Exercise description => Identify all lines in the listing that include the word "reports", and copy them out.
------ Records to process ------
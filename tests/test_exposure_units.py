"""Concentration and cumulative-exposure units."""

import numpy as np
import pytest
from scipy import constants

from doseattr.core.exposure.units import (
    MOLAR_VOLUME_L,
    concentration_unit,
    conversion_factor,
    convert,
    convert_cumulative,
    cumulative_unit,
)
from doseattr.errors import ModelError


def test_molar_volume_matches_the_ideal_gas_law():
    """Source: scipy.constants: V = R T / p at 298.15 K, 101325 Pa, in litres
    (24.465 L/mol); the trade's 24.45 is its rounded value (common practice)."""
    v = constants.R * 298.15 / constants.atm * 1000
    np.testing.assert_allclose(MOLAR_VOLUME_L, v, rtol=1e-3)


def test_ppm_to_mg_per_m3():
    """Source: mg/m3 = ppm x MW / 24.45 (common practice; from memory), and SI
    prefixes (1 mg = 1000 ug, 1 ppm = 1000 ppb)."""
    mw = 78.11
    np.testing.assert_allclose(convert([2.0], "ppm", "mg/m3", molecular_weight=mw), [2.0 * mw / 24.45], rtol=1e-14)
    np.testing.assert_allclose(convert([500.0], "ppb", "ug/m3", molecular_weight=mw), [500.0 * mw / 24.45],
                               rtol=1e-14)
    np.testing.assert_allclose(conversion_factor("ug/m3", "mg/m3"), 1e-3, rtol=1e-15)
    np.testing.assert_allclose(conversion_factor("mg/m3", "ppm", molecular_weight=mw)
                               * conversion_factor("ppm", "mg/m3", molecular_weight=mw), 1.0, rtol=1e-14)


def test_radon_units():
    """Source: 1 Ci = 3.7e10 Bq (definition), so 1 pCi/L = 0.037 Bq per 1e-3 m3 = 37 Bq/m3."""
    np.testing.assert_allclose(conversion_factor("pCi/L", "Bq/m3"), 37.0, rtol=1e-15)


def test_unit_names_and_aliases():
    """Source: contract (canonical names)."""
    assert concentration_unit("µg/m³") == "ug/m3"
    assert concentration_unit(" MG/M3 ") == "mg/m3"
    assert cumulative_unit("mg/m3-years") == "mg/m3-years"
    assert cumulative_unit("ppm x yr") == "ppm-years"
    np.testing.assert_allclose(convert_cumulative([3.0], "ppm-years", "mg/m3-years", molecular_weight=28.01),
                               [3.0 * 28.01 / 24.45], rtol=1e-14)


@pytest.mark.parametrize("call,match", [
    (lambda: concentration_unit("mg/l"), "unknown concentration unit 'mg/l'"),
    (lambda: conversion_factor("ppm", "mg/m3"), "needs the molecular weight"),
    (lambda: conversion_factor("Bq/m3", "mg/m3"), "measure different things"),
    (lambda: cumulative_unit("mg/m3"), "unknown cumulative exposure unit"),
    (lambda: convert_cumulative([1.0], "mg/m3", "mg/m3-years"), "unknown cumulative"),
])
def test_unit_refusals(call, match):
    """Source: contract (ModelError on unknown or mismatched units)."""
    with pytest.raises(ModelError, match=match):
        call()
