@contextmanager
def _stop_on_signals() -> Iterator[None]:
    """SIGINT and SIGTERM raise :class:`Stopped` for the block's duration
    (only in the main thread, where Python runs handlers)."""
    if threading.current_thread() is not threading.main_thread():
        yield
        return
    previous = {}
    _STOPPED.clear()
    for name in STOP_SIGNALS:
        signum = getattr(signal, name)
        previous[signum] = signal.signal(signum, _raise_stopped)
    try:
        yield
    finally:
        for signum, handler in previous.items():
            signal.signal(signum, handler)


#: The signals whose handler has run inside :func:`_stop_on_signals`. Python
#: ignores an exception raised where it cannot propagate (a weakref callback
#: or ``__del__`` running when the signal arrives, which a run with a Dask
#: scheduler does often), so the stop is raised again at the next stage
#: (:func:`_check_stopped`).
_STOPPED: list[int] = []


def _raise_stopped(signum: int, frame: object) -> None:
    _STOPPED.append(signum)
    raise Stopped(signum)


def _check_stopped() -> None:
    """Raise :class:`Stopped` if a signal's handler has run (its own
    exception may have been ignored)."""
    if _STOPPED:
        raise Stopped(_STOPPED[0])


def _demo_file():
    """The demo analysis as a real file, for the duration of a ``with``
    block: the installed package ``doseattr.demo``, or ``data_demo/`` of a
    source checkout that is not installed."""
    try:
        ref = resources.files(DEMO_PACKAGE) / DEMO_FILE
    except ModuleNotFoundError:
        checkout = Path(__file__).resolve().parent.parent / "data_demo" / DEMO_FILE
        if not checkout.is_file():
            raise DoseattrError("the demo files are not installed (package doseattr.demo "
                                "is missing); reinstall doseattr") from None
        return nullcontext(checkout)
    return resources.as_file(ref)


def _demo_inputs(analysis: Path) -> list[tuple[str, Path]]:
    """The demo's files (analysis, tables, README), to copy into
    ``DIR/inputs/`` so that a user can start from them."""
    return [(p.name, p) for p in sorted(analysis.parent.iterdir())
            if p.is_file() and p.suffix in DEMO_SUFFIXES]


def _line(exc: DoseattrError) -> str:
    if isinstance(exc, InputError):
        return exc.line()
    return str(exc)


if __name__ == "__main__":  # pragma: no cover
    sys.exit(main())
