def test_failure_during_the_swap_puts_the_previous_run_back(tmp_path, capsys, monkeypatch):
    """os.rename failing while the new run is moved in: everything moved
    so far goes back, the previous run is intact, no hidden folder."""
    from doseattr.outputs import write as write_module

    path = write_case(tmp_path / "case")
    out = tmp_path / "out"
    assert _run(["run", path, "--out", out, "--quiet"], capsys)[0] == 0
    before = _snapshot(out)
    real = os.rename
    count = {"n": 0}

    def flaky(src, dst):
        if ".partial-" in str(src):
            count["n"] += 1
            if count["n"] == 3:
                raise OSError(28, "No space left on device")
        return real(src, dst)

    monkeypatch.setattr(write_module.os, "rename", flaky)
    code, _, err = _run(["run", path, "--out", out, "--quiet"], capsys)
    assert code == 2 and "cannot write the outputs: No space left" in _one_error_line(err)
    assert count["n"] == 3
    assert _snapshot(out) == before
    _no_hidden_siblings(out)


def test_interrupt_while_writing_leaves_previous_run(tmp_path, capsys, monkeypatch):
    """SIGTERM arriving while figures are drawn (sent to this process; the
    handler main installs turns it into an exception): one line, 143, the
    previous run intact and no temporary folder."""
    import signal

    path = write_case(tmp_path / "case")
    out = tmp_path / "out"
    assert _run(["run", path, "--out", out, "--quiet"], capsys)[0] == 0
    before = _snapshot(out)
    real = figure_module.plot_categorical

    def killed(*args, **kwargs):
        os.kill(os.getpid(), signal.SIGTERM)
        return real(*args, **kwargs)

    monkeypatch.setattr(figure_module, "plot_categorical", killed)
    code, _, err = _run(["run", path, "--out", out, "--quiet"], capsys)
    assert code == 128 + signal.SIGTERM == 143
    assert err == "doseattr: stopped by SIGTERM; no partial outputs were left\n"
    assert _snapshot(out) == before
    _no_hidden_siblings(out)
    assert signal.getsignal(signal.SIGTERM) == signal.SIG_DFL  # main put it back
------
------ Records to process ------
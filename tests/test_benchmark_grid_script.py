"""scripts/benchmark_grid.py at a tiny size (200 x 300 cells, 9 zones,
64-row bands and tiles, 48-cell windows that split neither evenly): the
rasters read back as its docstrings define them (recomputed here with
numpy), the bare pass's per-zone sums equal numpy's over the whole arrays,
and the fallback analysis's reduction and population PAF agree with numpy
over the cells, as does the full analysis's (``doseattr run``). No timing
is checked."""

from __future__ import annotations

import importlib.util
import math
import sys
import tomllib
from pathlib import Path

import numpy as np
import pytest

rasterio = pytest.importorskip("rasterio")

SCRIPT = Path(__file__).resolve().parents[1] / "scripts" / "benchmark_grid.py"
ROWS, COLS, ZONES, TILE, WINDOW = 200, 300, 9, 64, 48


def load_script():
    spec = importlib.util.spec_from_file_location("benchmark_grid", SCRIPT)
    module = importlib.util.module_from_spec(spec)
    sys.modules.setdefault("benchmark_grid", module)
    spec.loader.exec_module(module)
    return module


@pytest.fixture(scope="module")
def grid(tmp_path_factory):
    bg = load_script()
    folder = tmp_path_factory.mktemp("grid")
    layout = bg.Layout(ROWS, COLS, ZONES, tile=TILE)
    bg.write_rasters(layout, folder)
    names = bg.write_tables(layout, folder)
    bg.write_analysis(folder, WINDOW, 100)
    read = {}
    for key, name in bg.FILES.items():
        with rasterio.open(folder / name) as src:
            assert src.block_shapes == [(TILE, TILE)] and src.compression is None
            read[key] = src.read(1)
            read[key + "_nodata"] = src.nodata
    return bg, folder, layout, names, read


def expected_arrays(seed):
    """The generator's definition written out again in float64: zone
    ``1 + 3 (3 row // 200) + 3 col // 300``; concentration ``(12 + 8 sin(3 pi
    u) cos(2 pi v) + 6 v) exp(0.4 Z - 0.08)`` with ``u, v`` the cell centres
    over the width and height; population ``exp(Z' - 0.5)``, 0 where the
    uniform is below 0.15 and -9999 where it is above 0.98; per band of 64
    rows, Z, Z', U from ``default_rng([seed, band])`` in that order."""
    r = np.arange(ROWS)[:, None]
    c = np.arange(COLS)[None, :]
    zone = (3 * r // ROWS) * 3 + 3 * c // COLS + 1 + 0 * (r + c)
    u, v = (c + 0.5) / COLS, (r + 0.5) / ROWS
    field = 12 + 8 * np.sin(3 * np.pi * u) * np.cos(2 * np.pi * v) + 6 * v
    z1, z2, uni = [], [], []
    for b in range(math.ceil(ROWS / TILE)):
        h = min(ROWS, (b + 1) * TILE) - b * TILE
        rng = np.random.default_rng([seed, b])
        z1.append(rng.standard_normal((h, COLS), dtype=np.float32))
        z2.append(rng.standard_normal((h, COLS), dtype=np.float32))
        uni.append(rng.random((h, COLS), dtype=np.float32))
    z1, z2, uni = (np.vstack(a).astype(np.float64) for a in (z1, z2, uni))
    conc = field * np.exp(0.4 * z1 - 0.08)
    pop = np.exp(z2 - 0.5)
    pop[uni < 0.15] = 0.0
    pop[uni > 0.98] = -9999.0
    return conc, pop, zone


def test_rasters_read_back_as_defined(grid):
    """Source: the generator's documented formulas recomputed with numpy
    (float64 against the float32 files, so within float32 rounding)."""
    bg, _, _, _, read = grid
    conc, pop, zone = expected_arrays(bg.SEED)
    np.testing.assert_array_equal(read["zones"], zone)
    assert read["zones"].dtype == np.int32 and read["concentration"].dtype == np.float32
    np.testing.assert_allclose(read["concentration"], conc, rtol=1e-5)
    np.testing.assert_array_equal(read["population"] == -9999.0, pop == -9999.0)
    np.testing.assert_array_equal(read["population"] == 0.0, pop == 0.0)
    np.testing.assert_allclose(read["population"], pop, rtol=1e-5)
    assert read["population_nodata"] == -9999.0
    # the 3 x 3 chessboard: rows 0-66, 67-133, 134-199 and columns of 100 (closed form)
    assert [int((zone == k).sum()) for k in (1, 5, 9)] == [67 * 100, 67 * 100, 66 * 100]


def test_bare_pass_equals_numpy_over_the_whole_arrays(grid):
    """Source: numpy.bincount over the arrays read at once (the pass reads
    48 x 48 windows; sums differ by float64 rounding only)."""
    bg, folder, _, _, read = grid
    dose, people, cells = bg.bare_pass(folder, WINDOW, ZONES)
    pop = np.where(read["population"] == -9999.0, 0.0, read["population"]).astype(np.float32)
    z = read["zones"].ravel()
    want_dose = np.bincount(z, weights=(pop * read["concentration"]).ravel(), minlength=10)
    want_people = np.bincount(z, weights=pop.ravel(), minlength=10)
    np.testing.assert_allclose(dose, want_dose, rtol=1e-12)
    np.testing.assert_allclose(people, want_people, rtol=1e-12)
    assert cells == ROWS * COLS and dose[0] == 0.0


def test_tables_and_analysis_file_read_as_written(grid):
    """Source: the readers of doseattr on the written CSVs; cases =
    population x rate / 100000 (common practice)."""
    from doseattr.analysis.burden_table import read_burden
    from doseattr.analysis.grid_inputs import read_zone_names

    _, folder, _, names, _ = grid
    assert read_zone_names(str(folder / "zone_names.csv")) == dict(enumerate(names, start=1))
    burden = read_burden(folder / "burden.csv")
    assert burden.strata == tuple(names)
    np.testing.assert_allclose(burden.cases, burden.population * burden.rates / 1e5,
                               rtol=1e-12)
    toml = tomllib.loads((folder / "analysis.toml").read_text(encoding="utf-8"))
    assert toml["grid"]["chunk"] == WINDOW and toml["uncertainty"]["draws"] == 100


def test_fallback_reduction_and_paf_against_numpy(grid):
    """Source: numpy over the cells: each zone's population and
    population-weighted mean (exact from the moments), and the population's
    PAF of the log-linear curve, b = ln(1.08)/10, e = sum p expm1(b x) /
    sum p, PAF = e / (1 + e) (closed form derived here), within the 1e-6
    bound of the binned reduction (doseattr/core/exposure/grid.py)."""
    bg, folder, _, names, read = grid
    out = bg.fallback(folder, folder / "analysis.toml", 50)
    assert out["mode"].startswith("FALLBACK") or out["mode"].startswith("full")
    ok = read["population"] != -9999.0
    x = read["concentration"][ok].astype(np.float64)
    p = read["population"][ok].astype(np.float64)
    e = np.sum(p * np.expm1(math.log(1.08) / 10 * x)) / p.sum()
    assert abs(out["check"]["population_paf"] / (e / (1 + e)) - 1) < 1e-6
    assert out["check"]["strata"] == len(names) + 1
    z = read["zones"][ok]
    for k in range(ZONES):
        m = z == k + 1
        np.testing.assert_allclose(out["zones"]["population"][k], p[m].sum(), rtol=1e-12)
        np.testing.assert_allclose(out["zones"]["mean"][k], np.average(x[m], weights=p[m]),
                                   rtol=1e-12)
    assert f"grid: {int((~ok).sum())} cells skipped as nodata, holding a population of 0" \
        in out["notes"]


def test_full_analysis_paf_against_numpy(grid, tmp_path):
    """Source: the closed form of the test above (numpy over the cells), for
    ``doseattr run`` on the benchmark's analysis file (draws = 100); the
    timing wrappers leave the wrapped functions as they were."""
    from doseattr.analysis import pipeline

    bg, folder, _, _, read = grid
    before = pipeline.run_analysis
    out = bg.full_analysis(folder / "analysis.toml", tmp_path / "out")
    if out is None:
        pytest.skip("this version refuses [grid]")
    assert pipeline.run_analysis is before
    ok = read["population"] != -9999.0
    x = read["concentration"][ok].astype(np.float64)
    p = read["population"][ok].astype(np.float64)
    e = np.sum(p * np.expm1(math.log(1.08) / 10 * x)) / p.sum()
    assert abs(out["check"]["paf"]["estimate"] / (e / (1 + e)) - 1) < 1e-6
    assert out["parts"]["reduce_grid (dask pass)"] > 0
------
------ Records to process ------
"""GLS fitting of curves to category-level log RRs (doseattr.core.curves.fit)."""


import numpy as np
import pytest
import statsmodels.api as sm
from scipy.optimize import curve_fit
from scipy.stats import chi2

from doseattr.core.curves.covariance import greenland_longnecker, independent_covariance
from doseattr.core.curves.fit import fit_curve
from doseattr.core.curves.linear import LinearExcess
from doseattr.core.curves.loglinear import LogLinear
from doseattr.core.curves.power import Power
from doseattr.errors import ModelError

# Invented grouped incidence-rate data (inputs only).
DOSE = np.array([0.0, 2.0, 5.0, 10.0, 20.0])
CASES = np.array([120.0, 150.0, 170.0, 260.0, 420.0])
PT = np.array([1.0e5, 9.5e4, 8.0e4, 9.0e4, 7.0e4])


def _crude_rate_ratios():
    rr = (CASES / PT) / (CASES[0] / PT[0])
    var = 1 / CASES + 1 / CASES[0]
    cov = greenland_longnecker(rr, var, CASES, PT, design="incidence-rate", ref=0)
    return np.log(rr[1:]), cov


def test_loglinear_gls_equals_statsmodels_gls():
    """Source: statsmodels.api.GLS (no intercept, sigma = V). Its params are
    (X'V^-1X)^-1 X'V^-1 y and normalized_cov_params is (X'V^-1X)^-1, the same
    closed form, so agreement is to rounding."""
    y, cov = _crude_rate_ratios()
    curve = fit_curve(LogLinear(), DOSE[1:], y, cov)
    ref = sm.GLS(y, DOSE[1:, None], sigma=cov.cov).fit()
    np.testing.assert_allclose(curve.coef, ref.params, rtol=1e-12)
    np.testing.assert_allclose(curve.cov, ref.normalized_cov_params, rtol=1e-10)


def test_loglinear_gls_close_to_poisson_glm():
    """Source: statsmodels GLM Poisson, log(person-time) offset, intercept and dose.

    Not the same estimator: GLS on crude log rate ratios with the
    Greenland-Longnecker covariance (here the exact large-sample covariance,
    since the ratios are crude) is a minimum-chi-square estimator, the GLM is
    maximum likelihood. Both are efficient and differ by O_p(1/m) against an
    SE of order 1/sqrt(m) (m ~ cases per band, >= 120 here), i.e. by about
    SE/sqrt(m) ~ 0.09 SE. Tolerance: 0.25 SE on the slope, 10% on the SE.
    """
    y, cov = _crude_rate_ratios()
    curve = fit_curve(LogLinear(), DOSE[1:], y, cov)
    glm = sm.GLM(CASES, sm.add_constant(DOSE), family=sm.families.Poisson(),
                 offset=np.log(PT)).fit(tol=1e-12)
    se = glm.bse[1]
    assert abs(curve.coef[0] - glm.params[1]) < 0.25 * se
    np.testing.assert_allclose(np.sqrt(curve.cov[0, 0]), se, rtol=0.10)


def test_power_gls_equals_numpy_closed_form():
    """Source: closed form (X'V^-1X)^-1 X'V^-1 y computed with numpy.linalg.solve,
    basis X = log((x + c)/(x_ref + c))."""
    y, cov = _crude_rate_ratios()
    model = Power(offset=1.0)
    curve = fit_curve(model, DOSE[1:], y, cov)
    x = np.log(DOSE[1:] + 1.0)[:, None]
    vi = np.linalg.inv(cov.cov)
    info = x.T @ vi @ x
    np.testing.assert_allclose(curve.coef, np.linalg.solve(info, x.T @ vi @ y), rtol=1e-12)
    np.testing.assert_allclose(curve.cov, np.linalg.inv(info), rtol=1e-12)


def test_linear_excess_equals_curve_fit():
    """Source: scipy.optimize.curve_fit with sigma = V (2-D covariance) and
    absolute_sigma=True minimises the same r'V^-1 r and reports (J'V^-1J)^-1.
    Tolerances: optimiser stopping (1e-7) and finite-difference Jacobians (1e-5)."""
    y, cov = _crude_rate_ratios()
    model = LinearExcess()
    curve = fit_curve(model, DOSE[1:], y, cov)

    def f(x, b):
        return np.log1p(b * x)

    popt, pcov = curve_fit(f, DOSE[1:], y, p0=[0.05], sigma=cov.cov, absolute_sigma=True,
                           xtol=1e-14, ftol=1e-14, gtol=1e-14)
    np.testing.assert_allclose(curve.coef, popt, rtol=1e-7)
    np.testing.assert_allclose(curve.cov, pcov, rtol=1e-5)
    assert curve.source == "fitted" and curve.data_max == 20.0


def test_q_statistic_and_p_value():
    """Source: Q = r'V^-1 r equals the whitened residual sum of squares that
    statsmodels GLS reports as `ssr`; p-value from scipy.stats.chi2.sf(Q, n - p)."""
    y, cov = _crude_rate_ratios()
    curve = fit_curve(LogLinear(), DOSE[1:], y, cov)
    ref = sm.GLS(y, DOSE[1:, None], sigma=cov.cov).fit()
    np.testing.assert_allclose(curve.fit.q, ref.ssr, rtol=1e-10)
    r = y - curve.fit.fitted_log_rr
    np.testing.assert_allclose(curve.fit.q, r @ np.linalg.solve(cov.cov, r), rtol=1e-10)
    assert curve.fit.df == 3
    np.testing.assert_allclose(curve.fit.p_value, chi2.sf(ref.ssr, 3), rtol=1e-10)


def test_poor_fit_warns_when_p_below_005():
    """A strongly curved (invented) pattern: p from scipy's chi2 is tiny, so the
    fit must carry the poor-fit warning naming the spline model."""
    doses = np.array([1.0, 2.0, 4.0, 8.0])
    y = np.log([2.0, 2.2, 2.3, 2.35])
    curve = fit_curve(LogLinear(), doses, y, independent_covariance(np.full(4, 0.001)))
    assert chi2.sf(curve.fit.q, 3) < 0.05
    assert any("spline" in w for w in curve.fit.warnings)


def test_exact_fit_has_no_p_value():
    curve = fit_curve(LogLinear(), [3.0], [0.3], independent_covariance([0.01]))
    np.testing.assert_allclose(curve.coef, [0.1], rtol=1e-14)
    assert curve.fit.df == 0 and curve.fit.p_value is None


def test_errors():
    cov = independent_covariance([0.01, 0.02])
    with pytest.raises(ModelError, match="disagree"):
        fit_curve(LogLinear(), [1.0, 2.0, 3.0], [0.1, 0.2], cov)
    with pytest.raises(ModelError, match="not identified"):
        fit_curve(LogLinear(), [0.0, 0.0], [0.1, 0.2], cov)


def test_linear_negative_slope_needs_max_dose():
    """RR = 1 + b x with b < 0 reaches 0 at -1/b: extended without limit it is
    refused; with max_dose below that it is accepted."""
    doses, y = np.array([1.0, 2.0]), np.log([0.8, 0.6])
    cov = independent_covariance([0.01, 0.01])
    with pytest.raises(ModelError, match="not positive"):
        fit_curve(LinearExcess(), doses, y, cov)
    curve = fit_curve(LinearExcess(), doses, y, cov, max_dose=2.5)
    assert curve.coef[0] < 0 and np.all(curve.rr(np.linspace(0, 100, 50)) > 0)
------
Response for this exercise =>
    absolute_sigma=True minimises the same r'V^-1 r and reports (J'V^-1J)^-1.
    statsmodels GLS reports as `ssr`; p-value from scipy.stats.chi2.sf(Q, n - p)."""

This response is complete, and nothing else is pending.